Unfortunately, the Indifference Principle actually doesn't help us out too much in solving the shove/fold game for reasons described in this thread:

http://forumserver.twoplustwo.com/15...-game-1305801/

However, if you're thinking about it correctly, it might be unhelpful, but it shouldn't give you anything blatantly wrong like 11.5=13, so let's go through your analysis...

Tree looks right.

Indifferences are statements about equality of EVs. If SB's indifferent between jamming and folding a hand in a particular spot, it means his EV(jamming) equals his EV(folding) with that hand.

In particular, indifference relationships are things that apply to specific holdings. For example, at equilibrium in the 12BB shove/fold game, the SB's 53s is (at least nearly) indifferent between shoving and folding. 53s is more-or-less his weakest shoving hand, and it doesn't make much of a difference to him whether he jams or folds it. With AA, however, he's certainly not indifferent -- jamming is way better than folding.

So, I agree with this equation if EQ(SB) refers specifically to the equity of the SB's weakest shoving hand/strongest folding hand when facing the BB's calling range. (That SB hand is 53s, although we don't know that if we're doing this calculation from scratch.)

Again, I agree with this if EQ(BB) is the equity of the BB's weakest calling hand/strongest folding hand when facing SB's jamming range.

Well, this doesn't make sense. 1-EQ(BB) is the average equity of SB's whole jamming range versus the BB's weakest calling hand. This is not equal to the EQ(SB) we defined earlier, the equity of a particular SB hand.

Hopefully that shows the error in the calcs, and again, see the thread I linked to earlier for more discussion of solving preflop only games in particular. We'll find a lot of spots where the Indifference Principle is very helpful in finding solutions, but it doesn't always give us all the info we need.

Many Thanks, Will.
I appreciate your taking the time to sort that one out for me.

Yeah, I was definitely thinking, ok, so when they get all in, their equities sum to 1, but I was missing the subtlety of just what equities we're talking about.

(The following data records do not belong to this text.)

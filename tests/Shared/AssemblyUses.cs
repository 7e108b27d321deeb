using System;
using System.Collections.Generic;
using System.IO;
using System.Reflection;
using System.Reflection.Metadata;
using System.Reflection.PortableExecutable;

namespace StarLines.TestSupport;

/// <summary>What an assembly uses of others, read from its metadata.</summary>
internal sealed class AssemblyUses
{
    private AssemblyUses(HashSet<string> assemblies, HashSet<string> types, HashSet<string> members)
    {
        Assemblies = assemblies;
        Types = types;
        Members = members;
    }

    /// <summary>Names of the assemblies it refers to.</summary>
    public IReadOnlyCollection<string> Assemblies { get; }

    /// <summary>Full names of the types of others that it refers to.</summary>
    public IReadOnlyCollection<string> Types { get; }

    /// <summary>Members of others that it refers to, as <c>Namespace.Type.member</c>.</summary>
    public IReadOnlyCollection<string> Members { get; }

    /// <summary>Reads the references of an assembly.</summary>
    public static AssemblyUses Of(Assembly assembly)
    {
        using FileStream stream = File.OpenRead(assembly.Location);
        using var image = new PEReader(stream);
        MetadataReader reader = image.GetMetadataReader();
        var assemblies = new HashSet<string>(StringComparer.Ordinal);
        var types = new HashSet<string>(StringComparer.Ordinal);
        var members = new HashSet<string>(StringComparer.Ordinal);
        foreach (AssemblyReferenceHandle handle in reader.AssemblyReferences)
        {
            assemblies.Add(reader.GetString(reader.GetAssemblyReference(handle).Name));
        }

        foreach (TypeReferenceHandle handle in reader.TypeReferences)
        {
            types.Add(FullName(reader, handle));
        }

        foreach (MemberReferenceHandle handle in reader.MemberReferences)
        {
            MemberReference member = reader.GetMemberReference(handle);
            if (member.Parent.Kind == HandleKind.TypeReference)
            {
                members.Add(FullName(reader, (TypeReferenceHandle)member.Parent) + "." + reader.GetString(member.Name));
            }
        }

        return new AssemblyUses(assemblies, types, members);
    }

    private static string FullName(MetadataReader reader, TypeReferenceHandle handle)
    {
        TypeReference type = reader.GetTypeReference(handle);
        string name = reader.GetString(type.Name);
        string space = reader.GetString(type.Namespace);
        return space.Length == 0 ? name : space + "." + name;
    }
}
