using System;
using SkiaSharp;

namespace StarLines.Plotting.Drawing;

/// <summary>The area between two traces, such as one standard deviation to both sides.</summary>
internal sealed class Band(string name, double[] x, double[] low, double[] high, Ink ink, byte opacity = 70) : PanelItem(name)
{
    internal double[] X { get; } = x;

    internal double[] Low { get; } = low;

    internal double[] High { get; } = high;

    internal override LegendSample? Sample => new(Fill: ink);

    internal override void Draw(PanelCanvas panel)
    {
        int first = Math.Max(0, Trace.LowerBound(X, panel.XRange.Minimum) - 1);
        int end = Math.Min(X.Length, Trace.LowerBound(X, panel.XRange.Maximum) + 1);
        using SKPaint paint = new() { Color = panel.Palette[ink].WithAlpha(opacity), IsAntialias = true };
        while (first < end)
        {
            int stop = first;
            while (stop < end && double.IsFinite(Low[stop]) && double.IsFinite(High[stop]))
            {
                stop++;
            }

            DrawRun(panel, first, stop, paint);
            first = stop + 1;
        }
    }

    private void DrawRun(PanelCanvas panel, int first, int stop, SKPaint paint)
    {
        if (stop - first < 2)
        {
            return;
        }

        using SKPath path = new();
        path.MoveTo(panel.X(X[first]), panel.Y(High[first]));
        AddSide(path, panel, High, first, stop - 1, 1);
        AddSide(path, panel, Low, stop - 1, first, -1);
        path.Close();
        panel.Canvas.DrawPath(path, paint);
    }

    /// <summary>One side of the band, a point at least every other device pixel.</summary>
    private void AddSide(SKPath path, PanelCanvas panel, double[] side, int from, int to, int step)
    {
        float least = 0.5f / panel.DeviceScale;
        float previous = float.NaN;
        for (int i = from; i != to + step; i += step)
        {
            float x = panel.X(X[i]);
            if (i == from || i == to || MathF.Abs(x - previous) >= least)
            {
                path.LineTo(x, panel.Y(side[i]));
                previous = x;
            }
        }
    }
}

And I certainly take your point about the indifference principle not being the way to solve the shove/fold game. Just thought it would be fun/instructive to try it out.

Thanks for the link, too - that was my next 'project', to take a look at the 3-bet/4-bet game.

Good Luck with the second volume (from a guy who's probably going to need another couple of years to really finish the first one. )

What do you mean by "that only includes the case for Example 3 when..."?


I see the first two hand ranges are SB bet 0.5,
BB bet 1,
and they both include all hands. What's up with that?

Then the 3rd one is "SB fold". What exactly is the action there? I cannot see what's he folding to.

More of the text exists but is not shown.